Task description: Reproduce the records below exactly, but only between the lines holding "own tide neglected." and "precession (Giménez &", inclusive.

Data records:

-- -- --

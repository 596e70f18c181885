"""The physical model behind each Term's checks: (title, assumptions), as the report states them."""

from __future__ import annotations

from ttvkit.hypotheses import (
    ApsidalPrecession,
    LightTravelTime,
    MagneticBraking,
    MassTransfer,
    NBodyPerturber,
    NearResonantPerturber,
    OrbitalDecay,
    QuasiPeriodicModulation,
    SinusoidalModulation,
)

__all__ = ["PHYSICAL_MODELS"]

#: The physical model behind each Term's checks: (title, assumptions), as the report states them.
PHYSICAL_MODELS = {
    MassTransfer: (
        "Mass transfer between the stars (conservative; e.g. Hilditch 2001, An Introduction to Close "
        "Binary Stars, CUP)",
        "Point masses on a circular orbit exchange mass at a constant rate with no loss of mass or angular "
        "momentum, so Ṗ/P = 3 Ṁ (1/M_donor − 1/M_accretor): the period grows when the lighter star gives "
        "mass. The donor must fill its Roche lobe (Eggleton 1983, ApJ 268, 368, volume-equivalent radius); "
        "a rate above the donor's thermal-timescale rate M/τ_KH is a tension (a short-lived phase), not an "
        "exclusion."),
    MagneticBraking: (
        "Magnetic braking (Rappaport, Verbunt & Joss 1983, ApJ 275, 713)",
        "A convective star spun in step with the orbit loses angular momentum in a magnetised wind at "
        "J̇ ∝ M R^γ ω³ (γ = 0–4); the tides take it from the orbit, so the period only shrinks. Point masses "
        "on a circular orbit; the stars' spins counted with their polytropes' moments of inertia. The law's "
        "calibration is uncertain by about an order of magnitude (from memory): a rate more than 10× "
        "outside its range is a tension, never an exclusion."),
    NBodyPerturber: (
        "Perturbing planet (N-body fit)",
        "The transiting planet and one more planet of fitted mass, period, eccentricity vector and mean "
        "longitude, integrated directly (the same corrected Wisdom–Holman map); coplanar, edge-on orbits "
        "of point masses; the transiting planet's eccentricity held at the System's; T0 and P are the "
        "mean ephemeris (the integration's straight line over the data is removed). The fit starts from "
        "the map's best points when the map is made, from near-resonant periods and from a coarse grid; "
        "another mode may exist elsewhere in period. Hill stability after Gladman (1993) for circular "
        "orbits."),
    SinusoidalModulation: (
        "Activity cycle (Applegate 1992)",
        "An activity cycle moves angular momentum between the star's interior and an outer shell; the "
        "shell's changed spin changes the star's quadrupole moment and so the orbital period. Core and "
        "shell rotate rigidly; the quadrupole follows the shell's spin at once; the modulation is "
        "sinusoidal; the whole luminosity is available over one cycle; the initial differential rotation "
        "equals its change. The spin is the star's own when its rotation period is known, synchronous "
        "otherwise. Thin shell: 0.1 M at the surface. Finite shell (in the manner of Völschow et al. "
        "2016): a Lane–Emden polytrope (n = 1.5 below 0.5 M☉, else 3) with the energy minimised over the "
        "shell thickness."),
    QuasiPeriodicModulation: (
        "Activity cycle that wanders (Applegate 1992, with a Gaussian-process O−C)",
        "The same Applegate budget as for a sinusoid, read at the Gaussian process's equivalent "
        "semi-amplitude √2 σ and its characteristic period (both with their posteriors): a cycle whose "
        "length and strength wander, modelled as a stochastically driven damped oscillator (celerite2's SHO "
        "covariance); stationary over the baseline."),
    OrbitalDecay: (
        "Tidal decay (Goldreich & Soter 1966; Patra et al. 2017)",
        "Constant-phase-lag tide raised on the star by a planet on a circular orbit; Q'_* constant; the "
        "planet's own tide neglected. Q'_* is compared with the values measured on real orbits (WASP-12: "
        "Maciejewski et al. 2016, A&A 588, L6; Yee et al. 2020, ApJL 888, L5; Turner et al. 2021, AJ 161, 72) "
        "and with population studies; outside that range it is unusual (a tension), never excluded, "
        "unless below the physical floor Q'_* ≥ 1."),
    ApsidalPrecession: (
        "Apsidal precession (Giménez & Bastero 1995)",
        "A slightly eccentric orbit to first order in e; a constant precession rate; the rate expected "
        "from general relativity and the tidal bulges (Ragozzine & Wolf 2009) with Love numbers k2 = 0.6 "
        "(planet) and 0.03 (star), uncertain by a factor of a few."),
    LightTravelTime: (
        "Distant companion (Irwin 1952)",
        "A Keplerian outer orbit of a point-mass pair; the light-travel time shifts all events alike. The "
        "companion would already have been seen if its RV change over the baseline exceeds 3× the RV "
        "scatter."),   # the 3× rule: common practice, no source (said in the docs, not the report)
    NearResonantPerturber: (
        "Near-resonant perturber (Lithwick, Xie & Wu 2012)",
        "Coplanar, nearly circular orbits near (not in) a first-order resonance; the quoted mass assumes "
        "zero free eccentricity (a free eccentricity trades against the mass). Hill stability after "
        "Gladman (1993) for circular orbits."),
}
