"""The arrays the report's figures draw, computed once here (the report computes nothing).

The O−C panel draws every hypothesis that stands and, always, the
best-fitting one (its verdict is recorded in ``curves["marked"]`` so the
figure can mark it when it is excluded or outside its validity).
"""

from __future__ import annotations

import astropy.units as u
import numpy as np

from ttvkit.constants import DAY_S, YEAR_D
from ttvkit.errors import MissingValueError
from ttvkit.inference.predictions import prediction_band
from ttvkit.physics.companions import rv_threshold_semi_amplitude

__all__ = ["figure_curves"]


def _year(bjd):
    from astropy.time import Time

    return Time(np.asarray(bjd, float), format="jd", scale="tdb").decimalyear


def figure_curves(diagnosis) -> dict:
    """Arrays the figures draw (the figures compute nothing)."""
    from ttvkit.physics import activity_envelope

    system, table = diagnosis.system, diagnosis.table
    ref = diagnosis["constant-period"].fit
    data = ref.data
    out = {"point_year": _year(table.time), "point_source": table.source, "point_kind": table.kind,
           "point_oc_s": ref.residuals() * DAY_S, "point_sigma_s": table.uncertainty * DAY_S}
    lead = (diagnosis.standing or diagnosis.assessments)[0]
    out["lead"] = lead.name
    residuals = lead.fit.residuals()
    if lead.fit.hypothesis.has_process:   # less the process's conditional mean: what no hypothesis explains
        from ttvkit.inference.predictions import process_prediction

        residuals = residuals - process_prediction(lead.fit, lead.fit.data.time)[0]
    out["point_residual_s"] = residuals * DAY_S
    grid = np.linspace(table.epoch.min(), table.epoch.max(), 600)
    gdata = data.at_epochs(grid)
    ref_line = ref.hypothesis.predict(ref.model_theta(), gdata)
    out["model_year"] = _year(ref_line + data.t_ref)
    out["models"] = {}
    best = min(diagnosis.assessments, key=lambda a: a.delta_bic)
    shown = [a for a in diagnosis.assessments if a.stands][:4]
    if best not in shown:      # the best fit is always drawn, marked by its verdict when it does not stand
        shown.append(best)
    if lead not in shown:
        shown.append(lead)
    out["marked"] = {a.name: a.verdict for a in shown if not a.stands}
    for a in shown:
        med, lo, hi = prediction_band(a.fit, gdata)
        out["models"][a.name] = ((med - ref_line) * DAY_S, (lo - ref_line) * DAY_S, (hi - ref_line) * DAY_S)
    span_yr = max(np.ptp(table.time) / YEAR_D, 1.0)
    periods = np.geomspace(0.5, 10 * span_yr, 60) * u.yr
    try:
        out["envelope_thin_s"] = activity_envelope(system, periods, "thin shell").value
        out["envelope_finite_s"] = activity_envelope(system, periods, "finite shell").value
        out["envelope_period_yr"] = periods.value
    except MissingValueError:
        pass
    for a in diagnosis.assessments:
        if a.name == "sinusoidal-modulation":
            d = a.fit.derived_table()
            out["signal"] = {k: d[k] for k in ("semi_amplitude", "modulation_period_yr")}
            out["signal_verdict"] = a.verdict
    p = np.geomspace(1 / YEAR_D, 30 * span_yr, 120) * u.yr
    k_limit = rv_threshold_semi_amplitude(p, system.radial_velocity)
    if k_limit is not None:
        out["rv_limit_period_yr"] = p.value
        out["rv_limit_K"] = k_limit.to_value(u.m / u.s)
    out["rv_points"] = {}
    for a in diagnosis.assessments:
        for c in a.checks:
            if c.name == "radial-velocity visibility" and c.value is not None:
                params = a.fit.parameter_table()
                key = "companion_period" if "companion_period" in params else "perturber_period"
                if key in params and a.name not in out["rv_points"]:
                    out["rv_points"][a.name] = (params[key]["value"] / YEAR_D, c.value, c.outcome)
    return out
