def diagnose(table, system, options: DiagnosisOptions | None = None, *, executor=None,
             map_executor=None, **changes) -> Diagnosis:
    """Fit every hypothesis and judge each against the data and the physics.

    Parameters
    ----------
    table : TimingTable
        Mid-times in BJD_TDB.
    system : System
        The star, companion, orbit and RV limits.
    options : DiagnosisOptions, optional
        How to fit, sample and forecast (defaults otherwise).
    executor : object with ``map``, optional
        Runs the hypotheses concurrently (serial by default).
    map_executor : object with ``map``, optional
        Runs the perturber map's chunks (default: a process pool).
    **changes
        Fields of :class:`DiagnosisOptions` to change, e.g. ``sampled=False``.

    Returns
    -------
    Diagnosis
    """
    if isinstance(system, (str, os.PathLike)):  # a system file: read it as the CLI does
        from ttvkit.physics.system import System

        system = System.from_toml(system)
    if not hasattr(system, "star"):
        raise InputError(f"diagnose needs a System (ttvkit.physics.System.from_toml(path)), "
                         f"not {type(system).__name__}")
    options = replace(options or DiagnosisOptions(), **changes)
    hypotheses = list(options.hypotheses)
    if getattr(system, "is_binary", False) and tuple(options.hypotheses) == DEFAULT_COMPARISON:
        # both stars described: the binaries' own readings of a period change, and a wandering cycle
        hypotheses += [h for h in BINARY_ADDITIONS if h not in hypotheses]
    if "constant-period" not in hypotheses:  # the reference of every O−C
        hypotheses.insert(0, "constant-period")
    notes = [{"kind": "table", "message": m} for m in getattr(table, "intake_warnings", [])]
    robust = options.likelihood is not None and options.likelihood.kind != "gaussian"
    added = [h for h in hypotheses if h not in options.hypotheses]
    if robust and any(get_hypothesis(h).has_process for h in added):
        # a Gaussian process has a closed-form likelihood only with Gaussian errors: not fitted by default
        hypotheses = [h for h in hypotheses if h not in added or not get_hypothesis(h).has_process]
        notes.append({"kind": "likelihood", "message": "quasi-periodic-modulation (a Gaussian process) was not "
                      "fitted: it needs a Gaussian likelihood, and a Student-t likelihood was asked for"})
    if options.excess_noise:
        from ttvkit.inference.excess_noise import decide_excess_noise

        noise = decide_excess_noise(table, options.likelihood, context=HostContext.from_system(system))
        options = replace(options, likelihood=noise.likelihood)
        notes += [{"kind": "excess noise", "message": noise.message}] if noise.message else []
    suspicions = table.check_standards()
    for s in suspicions:
        notes.append({"kind": "time standard", "message": s.message()})
    pmap = None
    if options.perturber_map is not None:
        from ttvkit.diagnosis.perturbers import map_perturbers

        pmap = map_perturbers(table, system, options.perturber_map, executor=map_executor,
                              progress=options.progress)
    data = TimingData.from_table(table, HostContext.from_system(system))
    if options.fit_perturber and "n-body-perturber" not in hypotheses:
        hypotheses.append("n-body-perturber")
        if pmap is not None:
            data = replace(data, perturber_seeds=tuple(pmap.seeds(data.t_ref)))
    comparison = _fit_all(data, hypotheses, options, executor, notes)
    ref = comparison["constant-period"]
    outliers = np.flatnonzero(np.abs(ref.residuals() / data.sigma) > 5)
    if outliers.size:
        notes.append({"kind": "outliers", "message": f"{outliers.size} mid-time(s) sit more than 5σ from the "
                      "constant-period fit; consider a robust likelihood (--robust)"})
    if comparison.best.name != "constant-period":  # does one row or source decide the detection?
        from ttvkit.inference.leverage import find_leverage

        notes += [{"kind": "leverage", "message": lev.message()} for lev in
                  find_leverage(comparison.best, table, context=HostContext.from_system(system))]
    indicators = []
    if options.activity:
        from ttvkit.diagnosis.activity import link_indicators

        indicators = link_indicators(table, ref, options.activity, seed=options.seed)
    assessments = [_assess(f, comparison, system, indicators) for f in comparison.fits]
    standing = [a.fit for a in assessments if a.stands]
    duration = None
    try:
        from ttvkit.physics.geometry import transit_durations

        duration = float(transit_durations(system)[0].to_value(u.h))
    except MissingValueError:
        pass
    forecast = make_forecast(standing or [comparison.best], ref, table, options.forecast_years,
                             options.timing_precision_s, duration, table.target, now=options.now)
    periodogram = residual_periodogram(data)
    if periodogram.best_beyond_baseline:
        notes.append({"kind": "periodogram", "message": (
            f"the periodogram's highest peak ({periodogram.best_period / 365.25:.3g} yr) is longer than the "
            f"{periodogram.baseline / 365.25:.3g}-yr baseline: it marks a trend (curvature), not a measured period")})
    diagnosis = Diagnosis(table, system, assessments, periodogram, forecast, suspicions, notes,
                          settings=options.describe(), activity=indicators)
    if pmap is not None:
        diagnosis.perturbers = pmap
        diagnosis.settings["perturber_map"] = options.perturber_map.describe()
    diagnosis.curves = figure_curves(diagnosis)
    return diagnosis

-- -- --

Expected answer:
        "planet's own tide neglected. Q'_* is compared with the values measured on real orbits (WASP-12: "
        "Maciejewski et al. 2016, A&A 588, L6; Yee et al. 2020, ApJL 888, L5; Turner et al. 2021, AJ 161, 72) "
        "and with population studies; outside that range it is unusual (a tension), never excluded, "
        "unless below the physical floor Q'_* ≥ 1."),
    ApsidalPrecession: (
        "Apsidal precession (Giménez & Bastero 1995)",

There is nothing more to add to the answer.